Saml SSO with mobile client

Question

I have many questions regarding SAML and it's implementation through Shibboleth. I've done a fair amount of research and I would like to clarify a few things. I have a mobile application that communicates with our server. An enterprise customer of ours, lets call them StackOverflow University, would like to provide SSO to our system using Shibboleth (or should I say SAML?). They have already sent us all the students email addresses and basic profile information. Using OAuth2, we know exactly how to provide SSO, however, with SAML we cannot wrap our heads around IDP, SP, AuthnRequest, metadata etc.

Our assumptions.

• IDP = StackOverflow University
• SP = Our application

Our customer has asked us for the following information

Please let me know the next step. I'll need at least the following information to configure our side: - your service provider entity ID - your service provider metadata (if you are not members of InCommon) - a list of attributes we should send you in the SAML assertion

We are not a member of InCommon.

Approach A student downloads our mobile application. They select their institution (StackOverflow University). The call is made to our server to retrieve the SSO configurations which has the necessary information for SAML.

1. The mobile client opens a webview and navigates to a particular web address. This web address will create a login screen. How do we config the request to use one of these urls below and a AuthnRequest?

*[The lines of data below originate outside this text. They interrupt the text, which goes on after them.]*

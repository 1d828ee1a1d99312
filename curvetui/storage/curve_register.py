"""Writing the curve register (``curvetui find-curves``): CSV, or Parquet when the name
ends ``.parquet``, saved atomically with the previous file kept as NAME.bak
(storage.files.atomic_binary).

CSV text cells a spreadsheet would run as formulas (a feature id or a kept property
starting with =, +, -, @) get a leading apostrophe, as batch output does
(batch.formulas.neutral_text). Parquet columns are typed: numbers as float64, the rest as
text (a kept property's values as text unless every one is a number or blank)."""

from __future__ import annotations

import csv
import io
import math

from curvetui.finder.register import DECIMALS, TEXT, cell_text
from curvetui.storage.files import atomic_binary


def csv_bytes(columns: list[str], rows: list[dict[str, object]]) -> bytes:
    """The register as CSV (UTF-8, a header row, CRLF-free line ends)."""
    from curvetui.batch.formulas import neutral_text

    buf = io.StringIO()
    writer = csv.writer(buf, lineterminator="\n")
    writer.writerow([neutral_text(c) for c in columns])
    for row in rows:
        cells = []
        for name in columns:
            value = row.get(name)
            text = cell_text(name, value)
            cells.append(neutral_text(text) if isinstance(value, str) else text)
        writer.writerow(cells)
    return buf.getvalue().encode("utf-8")


def _column(name: str, values: list[object]):
    import pyarrow as pa

    def rounded(v):
        if v is None or isinstance(v, bool) or not isinstance(v, (int, float)):
            return None
        x = float(v)
        if not math.isfinite(x):
            return None
        return round(x, DECIMALS[name]) if name in DECIMALS else x

    numeric = name not in TEXT and all(
        v is None or (isinstance(v, (int, float)) and not isinstance(v, bool)) for v in values
    )
    if numeric:
        return pa.array([rounded(v) for v in values], type=pa.float64())
    return pa.array([None if v is None else cell_text(name, v) for v in values], pa.string())


def parquet_bytes(columns: list[str], rows: list[dict[str, object]]) -> bytes:
    """The register as a Parquet file's bytes (pyarrow)."""
    import pyarrow as pa
    import pyarrow.parquet as pq

    table = pa.table({name: _column(name, [r.get(name) for r in rows]) for name in columns})
    sink = pa.BufferOutputStream()
    pq.write_table(table, sink)
    return sink.getvalue().to_pybytes()


def write_register(path: str, columns: list[str], rows: list[dict[str, object]]) -> None:
    """Save the register at ``path`` (Parquet for .parquet, else CSV), keeping NAME.bak."""
    data = (
        parquet_bytes(columns, rows)
        if path.lower().endswith(".parquet")
        else csv_bytes(columns, rows)
    )
    with atomic_binary(path, backup=True) as fh:
        fh.write(data)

<ArtifactResolutionService Binding="urn:oasis:names:tc:SAML:1.0:bindings:SOAP-binding" Location="https://webauth.xxx.edu:8443/idp/profile/SAML1/SOAP/ArtifactResolution" index="1"/>
<ArtifactResolutionService Binding="urn:oasis:names:tc:SAML:2.0:bindings:SOAP" Location="https://webauth.xxx.edu:8443/idp/profile/SAML2/SOAP/ArtifactResolution" index="2"/>
<SingleSignOnService Binding="urn:mace:shibboleth:1.0:profiles:AuthnRequest" Location="https://webauth.xxx.edu/idp/profile/Shibboleth/SSO"/>
<SingleSignOnService Binding="urn:oasis:names:tc:SAML:2.0:bindings:HTTP-POST" Location="https://webauth.xxx.edu/idp/profile/SAML2/POST/SSO"/>
<SingleSignOnService Binding="urn:oasis:names:tc:SAML:2.0:bindings:HTTP-Redirect" Location="https://webauth.xxx.edu/idp/profile/SAML2/Redirect/SSO"/>
<SingleSignOnService Binding="urn:oasis:names:tc:SAML:2.0:bindings:HTTP-POST-SimpleSign" Location="https://webauth.xxx.edu/idp/profile/SAML2/POST-SimpleSign/SSO"/>

2. The user enters their credentials
3. Things happen that I do not understand.
4. Some how our server receives the claims, creates a token, and the client uses that to communicate with our system.

Can someone help explain the process given the gaps in our knowledge?

Answer 1

Client side, you need a SAML stack.

This will implement all the plumbing for you. Most produce metadata. You send this to your IDP. This has the entityID etc. they are asking for.

Client side, you hook up your login screen to the stack.

You configure your stack with the IDP metadata address to get their metadata.

The user clicks login, the stack sends the AuthnRequest, the IDP display a login screen, the user authenticates, you get back a SAML token that contains the assertions (claims) that the IDP has configured to return.